Including the question of allocation of the burden of proof in insurance cases.
The Supreme Court considers that the collapse of a roof as a result of defects in the structure of the building and the fact that snow had accumulated on it for two weeks nevertheless constitutes sudden and unforeseen damage in the context of insurance law. This is clearly set out in a new ruling in an insurance case concerning compensation in which a roof collapsed as a result of the weight of the snow on the roof. In the judgment, the Supreme Court issues a detailed description of what is meant by damage being sudden and unforeseen. In that regard, the Supreme Court notes that sudden damage means that the occurrence of the damage itself is instantaneous, in other words that it is not possible to prevent the progress or extent of the occurrence of the damage. Because the damage in the case occurred immediately as a result of the collapse, the damage was sudden. The Supreme Court also repeats earlier case law regarding what is meant by damage being unforeseen and notes that it must not be interpreted as meaning that no-one should actually have foreseen the damage. Instead, it must be understood as meaning that the damage was not foreseeable in any reasonable sense. The Supreme Court further explains that circumstances that have become known during the insurance period must also be taken into consideration.

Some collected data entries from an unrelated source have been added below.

/// Leimkuhler–Matthews with D(x): the Gaussian R_{n+1} enters step n with sqrt(2D(x_n)) and step
/// n+1 with sqrt(2D(x_{n+1})), and x_{n+1} already depends on it, so E[sqrt(2D(x_{n+1})) R_{n+1}]
/// adds g g' dt/4 = D'(x) dt/4 per step (g = sqrt(2D)). The Itô drift D' is therefore applied
/// with weight 3/4, so the effective drift is D F/kT + D' as the Fokker–Planck equation needs
/// (derived here; the scheme's published form assumes constant D). Euler–Maruyama uses D' as is.
pub const LM_ITO_DRIFT: f64 = 0.75;

/// Lanes per thread: 8 independent chains cover the ~10 ns latency of one step.
pub const LANES: usize = 8;
/// Steps per lock-step block (Gaussians are drawn a block at a time; the stop flag is polled once
/// per block).
pub(crate) const BLOCK: usize = 64;

/// How a lane's trajectory stands after a block that began at step `base` and first reached the
/// target at block step `first` (`u32::MAX`: not reached): escaped after `base + first + 1` steps
/// when that is within the horizon, censored at the horizon when the block reached it, else
/// still running (`None`). Integer logic shared by the lanes on a line and on a surface.
#[inline]
pub(crate) fn block_outcome(first: u32, base: u64, max_steps: u64) -> Option<(u64, bool)> {
    if first != u32::MAX && base + u64::from(first) < max_steps {
        Some((base + u64::from(first) + 1, true))
    } else if base + BLOCK as u64 >= max_steps {
        Some((max_steps, false))
    } else {
        None
    }
}

/// Which integrator.
#[derive(Debug, Clone, Copy, PartialEq, Eq)]
pub enum Kind {
    /// underdamped BAOAB
    Baoab,
    /// underdamped BAOAB with exponential memory friction (GLE by Markovian embedding)
    BaoabMemory,
    /// overdamped Leimkuhler–Matthews
    LeimkuhlerMatthews,
    /// overdamped Euler–Maruyama
    EulerMaruyama,
}

impl Kind {
    /// Whether the integrator carries a velocity.
    pub fn underdamped(self) -> bool {
        matches!(self, Self::Baoab | Self::BaoabMemory)
    }
}

/// Everything the loop needs, in internal units.
#[derive(Debug, Clone)]
pub struct Params {
    /// integrator
    pub kind: Kind,
    /// time step
    pub dt: f64,
    /// horizon in steps
    pub max_steps: u64,
    /// master seed
    pub seed: u64,
    /// absorbing point
    pub target: f64,
    /// +1 if the target is right of the start
    pub dir: f64,
    /// domain walls
    pub lo: f64,
    /// domain walls
    pub hi: f64,
    /// mass (underdamped)
    pub mass: f64,
    /// friction rate (underdamped); with memory, the kernel's strength ∫K = γ
    pub gamma: f64,
    /// memory time τ of the kernel K(t) = (γ/τ)e^{−t/τ} ([`Kind::BaoabMemory`] only; else unused)
    pub memory_time: f64,
    /// start position, or a sampler table (x, cdf) for thermal starts
    pub start: Start,
}

/// Start positions.
#[derive(Debug, Clone)]
pub enum Start {
    /// always here
    At(f64),
    /// inverse-CDF table of the Boltzmann distribution inside the reactant well
    Thermal(Vec<(f64, f64)>),
}

impl Start {
    /// One draw, as a trajectory's start does (exposed for tests).
    #[doc(hidden)]
    pub fn draw_for_test(&self, rng: &mut Pcg64) -> f64 {
        self.draw(rng)
    }

    fn draw(&self, rng: &mut Pcg64) -> f64 {
        match self {
            Self::At(x) => *x,
            Self::Thermal(t) => {
                let u: f64 = rng.random();
                let i = t.partition_point(|p| p.1 < u).clamp(1, t.len() - 1);
                let (a, b) = (t[i - 1], t[i]);
                let w = if b.1 > a.1 {
                    (u - a.1) / (b.1 - a.1)
                } else {
                    0.5
                };
                a.0 + w * (b.0 - a.0)
            }
        }
    }
}

/// Specular reflection at the walls, written as selects so the lane loop needs no branch.
#[inline(always)]
pub(crate) fn reflect(x: &mut f64, v: &mut f64, lo: f64, hi: f64) {
    let below = *x < lo;
    let above = *x > hi;
    let wall = if below { lo } else { hi };
    let out = below | above;
    *x = if out { 2.0 * wall - *x } else { *x };
    *v = if out { -*v } else { *v };
}

/// Step constants derived once per run.
pub(crate) struct Consts {
    hdt_m: f64,
    c1: f64,
    c2: f64,
    d0: f64,
    noise0: f64,
    /// memory: the exact O-step (v, z) ← E (v, z) + L (R₁, R₂), L lower triangular
    e: [[f64; 2]; 2],
    l11: f64,
    l21: f64,
    l22: f64,
}

type M2 = [[f64; 2]; 2];

fn mul(a: &M2, b: &M2) -> M2 {
    [
        [
            a[0][0] * b[0][0] + a[0][1] * b[1][0],
            a[0][0] * b[0][1] + a[0][1] * b[1][1],
        ],
        [
            a[1][0] * b[0][0] + a[1][1] * b[1][0],
            a[1][0] * b[0][1] + a[1][1] * b[1][1],
        ],
    ]
}

fn transpose(a: &M2) -> M2 {
    [[a[0][0], a[1][0]], [a[0][1], a[1][1]]]
}

fn add(a: &M2, b: &M2) -> M2 {
    [
        [a[0][0] + b[0][0], a[0][1] + b[0][1]],
        [a[1][0] + b[1][0], a[1][1] + b[1][1]],
    ]
}

fn scale(a: &M2, c: f64) -> M2 {
    [[c * a[0][0], c * a[0][1]], [c * a[1][0], c * a[1][1]]]
}

/// E = e^{A h} and Σ = ∫₀^h e^{As} Q e^{Aᵀs} ds for a 2×2 drift A and noise Q (Van Loan's pair),
/// by scaling and squaring: h is halved until ‖A h'‖ ≤ 1/4, both are summed as Taylor series
/// there (Σ(h') = Σₙ Tₙ h'^{n+1}/(n+1)!, T₀ = Q, Tₙ₊₁ = A Tₙ + Tₙ Aᵀ), then doubled back with
/// Σ(2h) = Σ(h) + E(h) Σ(h) E(h)ᵀ and E(2h) = E(h)². Every doubling adds a positive semidefinite
/// term, so Σ stays accurate even when it is tiny (small h) or saturates (h ≫ τ).
pub(crate) fn ou_step(a: &M2, q: &M2, h: f64) -> (M2, M2) {
    let norm = a
        .iter()
        .map(|r| r[0].abs() + r[1].abs())
        .fold(0.0f64, f64::max);
    let (mut hs, mut k) = (h, 0u32);
    while norm * hs > 0.25 && k < 2000 {
        hs *= 0.5;
        k += 1;
    }
    // the terms are carried already scaled, (A h')ⁿ/n! and Tₙ h'^{n+1}/(n+1)!, so nothing
    // overflows however large ‖A‖ is (memory times far below dt)
    let ah = scale(a, hs);
    let aht = transpose(&ah);
    let (mut e, mut sig) = ([[1.0, 0.0], [0.0, 1.0]], [[0.0; 2]; 2]);
    let (mut pa, mut t) = ([[1.0, 0.0], [0.0, 1.0]], scale(q, hs));
    // ‖A h'‖ ≤ 1/4 and 4^-24/24! is far below rounding
    for n in 1..=24 {
        pa = scale(&mul(&ah, &pa), 1.0 / f64::from(n));
        e = add(&e, &pa);
        sig = add(&sig, &t);
        t = scale(&add(&mul(&ah, &t), &mul(&t, &aht)), 1.0 / f64::from(n + 1));
    }
    for _ in 0..k {
        sig = add(&sig, &mul(&mul(&e, &sig), &transpose(&e)));
        e = mul(&e, &e);
    }
    (e, sig)
}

According to the Supreme Court, the assessment must be made objectively on the basis of what is typically foreseeable. The Supreme Court thus notes in the judgment that the damage caused by the collapse of the roof was unforeseen because the lack of load-bearing capacity could not be detected with the naked eye and that a previous inspection of the building had not revealed any circumstance indicating that the structure of the building was defective. Nor had it been shown that either the property owner’s previous or current representatives or works management had been aware of the defective structure.

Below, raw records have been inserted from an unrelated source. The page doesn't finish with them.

/// Underdamped particle in U = E_b (x² − 1)² (kT = 1, m = 1; ω₀² = U″(±1) = 8E_b) by BAOAB
/// (Leimkuhler & Matthews, Appl. Math. Res. Express 2013, 34), step `h`, every step sampled;
/// with `memory` = Some(τ) the friction is the exponential kernel K = (γ/τ) e^{−t/τ}, its
/// Markovian embedding (v, z) (as for `gle` above) advanced by its exact Ornstein–Uhlenbeck step
/// in place of BAOAB's O step.
fn double_well(
    eb: f64,
    g: f64,
    memory: Option<f64>,
    h: f64,
    n: usize,
    s: u64,
) -> (Vec<f64>, Vec<f64>) {
    let force = |x: f64| -4.0 * eb * x * (x * x - 1.0);
    let c = (-g * h).exp();
    let sc = (1.0 - c * c).sqrt();
    let ou = memory.map(|tau| Exact::new([[0.0, 1.0], [-g / tau, -1.0 / tau]], [1.0, g / tau], h));
    let mut rng = seed::stream(s, 0);
    let mut gauss = move || rng.sample::<f64, _>(StandardNormal);
    let (mut x, mut v) = (-1.0, gauss());
    let mut z = memory.map_or(0.0, |tau| (g / tau).sqrt() * gauss());
    let mut f = force(x);
    let (mut xs, mut vs) = (Vec::with_capacity(n), Vec::with_capacity(n));
    for _ in 0..n {
        v += 0.5 * h * f;
        x += 0.5 * h * v;
        match &ou {
            None => v = c * v + sc * gauss(),
            Some(e) => {
                let (r0, r1) = (gauss(), gauss());
                (v, z) = (
                    e.e[0][0] * v + e.e[0][1] * z + e.l[0][0] * r0,
                    e.e[1][0] * v + e.e[1][1] * z + e.l[1][0] * r0 + e.l[1][1] * r1,
                );
            }
        }
        x += 0.5 * h * v;
        f = force(x);
        v += 0.5 * h * f;
        xs.push(x);
        vs.push(v);
    }
    (xs, vs)
}

/// A double well (E_b = 3 kT, ω₀² = 24) with memoryless friction γ: given velocities and their
/// positions. Before the observed force entered the inversion, γ = 2 took the Green–Kubo route
/// (∫C/∫|C| ≈ 0.09) and came out near 27.
fn double_well_case(g: f64, h: f64, n: usize, s: u64) -> Friction {
    let (xs, vs) = double_well(3.0, g, None, h, n, s);
    let o = Options {
        force: Some(observed_force(&xs, h)),
        ..opts(s)
    };
    let f = velocity::from_velocities_and_positions(&[&vs], &[&xs], h, &o).unwrap();
    assert!(f.confined, "{:?}", f.force);
    assert_eq!(f.gamma_route, Route::KernelArea, "{:?}", f.kernel.fit);
    eprintln!(
        "γ = {g}: {:?} (Green–Kubo {:?}, φ {:?}, ∫C/∫|C| {})",
        f.gamma,
        f.gamma_green_kubo,
        f.force.as_ref().map(|t| t.share),
        f.integral_ratio
    );
    // BAOAB's O step makes the free VACF e^{−γt} exactly, so the memoryless γ of the spike is
    // γ up to the O(h²) splitting error in the well (ω₀²h² ≤ 0.1%) and the spline's smoothing
    // bias of U′; 2% allowed for both, 4 se beside it; se below 10%
    near("γ", &f.gamma, g, 0.02 * g, 0.1);
    assert!(
        f.gamma.ci95[0] < g * 1.02 && g * 0.98 < f.gamma.ci95[1],
        "{:?}",
        f.gamma
    );
    assert_eq!(f.for_scenario().friction, Some(f.gamma.value));
    f
}

#[test]
fn double_well_weak_friction() {
    let f = double_well_case(2.0, 0.005, 2_000_000, 51);
    // Green–Kubo is far off here (the case that failed before): reported, not used
    assert!(f.gamma_green_kubo.value > 4.0, "{:?}", f.gamma_green_kubo);
}

#[test]
fn double_well_strong_friction() {
    double_well_case(20.0, 0.005, 2_000_000, 52);
}

/// A double well (E_b = 3 kT) with the exponential memory kernel (γ = 5, τ = 0.1): the kernel
/// inversion with the observed force resolves the memory; its fit gives γ and τ.
#[test]
fn double_well_with_memory() {
    let (g, tau, h) = (5.0, 0.1, 0.005);
    let (xs, vs) = double_well(3.0, g, Some(tau), h, 2_000_000, 53);
    let o = Options {
        force: Some(observed_force(&xs, h)),
        ..opts(53)
    };
    let f = velocity::from_velocities_and_positions(&[&vs], &[&xs], h, &o).unwrap();
    let fit = f.kernel.fit.as_ref().expect("memory resolved");
    eprintln!(
        "memory: γ {:?} τ {:?} points {} (Green–Kubo {:?}, φ {:?})",
        fit.gamma,
        fit.memory_time,
        fit.points,
        f.gamma_green_kubo,
        f.force.as_ref().map(|t| t.share)
    );
    assert_eq!(f.gamma_route, Route::KernelFit);
    // discretisation of the inversion O(h²/τ²) = 0.25% (unit test `exponential_kernel_inverts`)
    // plus the spline's U′ bias: 2% allowed; se below 15% (the kernel's tail is noisy)
    near("kernel γ", &fit.gamma, g, 0.02 * g, 0.15);
    near("kernel τ", &fit.memory_time, tau, 0.02 * tau, 0.15);
}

In the judgment, the Supreme Court also repeats earlier case law on how allocation of the burden of proof should be assessed in insurance cases. Case law shows that the burden of proof has often been allocated in such a way that the policyholder bears the burden of proof for circumstances that mean that the terms and conditions governing the scope of the insurance contract are applicable, whereas the insurance company bears the burden of proof for circumstances that make exclusion clauses applicable. However, in accordance with case law, the Supreme Court repeats that even if such an allocation is the starting point, the court should also take into account factors that are typically considered when allocating the burden of proof in civil cases, including the parties’ ability to secure evidence. Nevertheless, it is clear from the grounds for the judgment that, in the case in question, the Supreme Court allocated the burden of proof for the conditions for exclusion, such as failure to clear snow or neglect of maintenance, to the insurance company. Because the insurance company had not proved those circumstances, the Supreme Court dismissed the insurance company’s objections with regard to those aspects.
The Supreme Court’s ruling is in line with the conclusion reached by the Court of Appeal. The Supreme Court thus upheld the Court of Appeal’s ruling and ruled in favour of the property owner. However, it is interesting that both the Court of Appeal’s and the Supreme Court’s rulings go against the initial ruling by the district court. The insurance company was successful in the district court because the district court found that the property owner had failed to carry out the maintenance because no action had been taken to check the load-bearing capacity of the roof when additional insulation was fitted five years prior to the collapse. The roof had also not been reinforced. The district court thus found that the collapse of the roof, which was overloaded as a result of the snow, was not unforeseen. The district court also added that the damage was not considered to be sudden because snow had been accumulating on the roof for a period of two weeks.
We consider that the judgment is important and provides guidance on how insurance terms and conditions should be designed and interpreted and also on what evidence should be secured in the event of an insurance claim. We therefore recommend reading the judgment.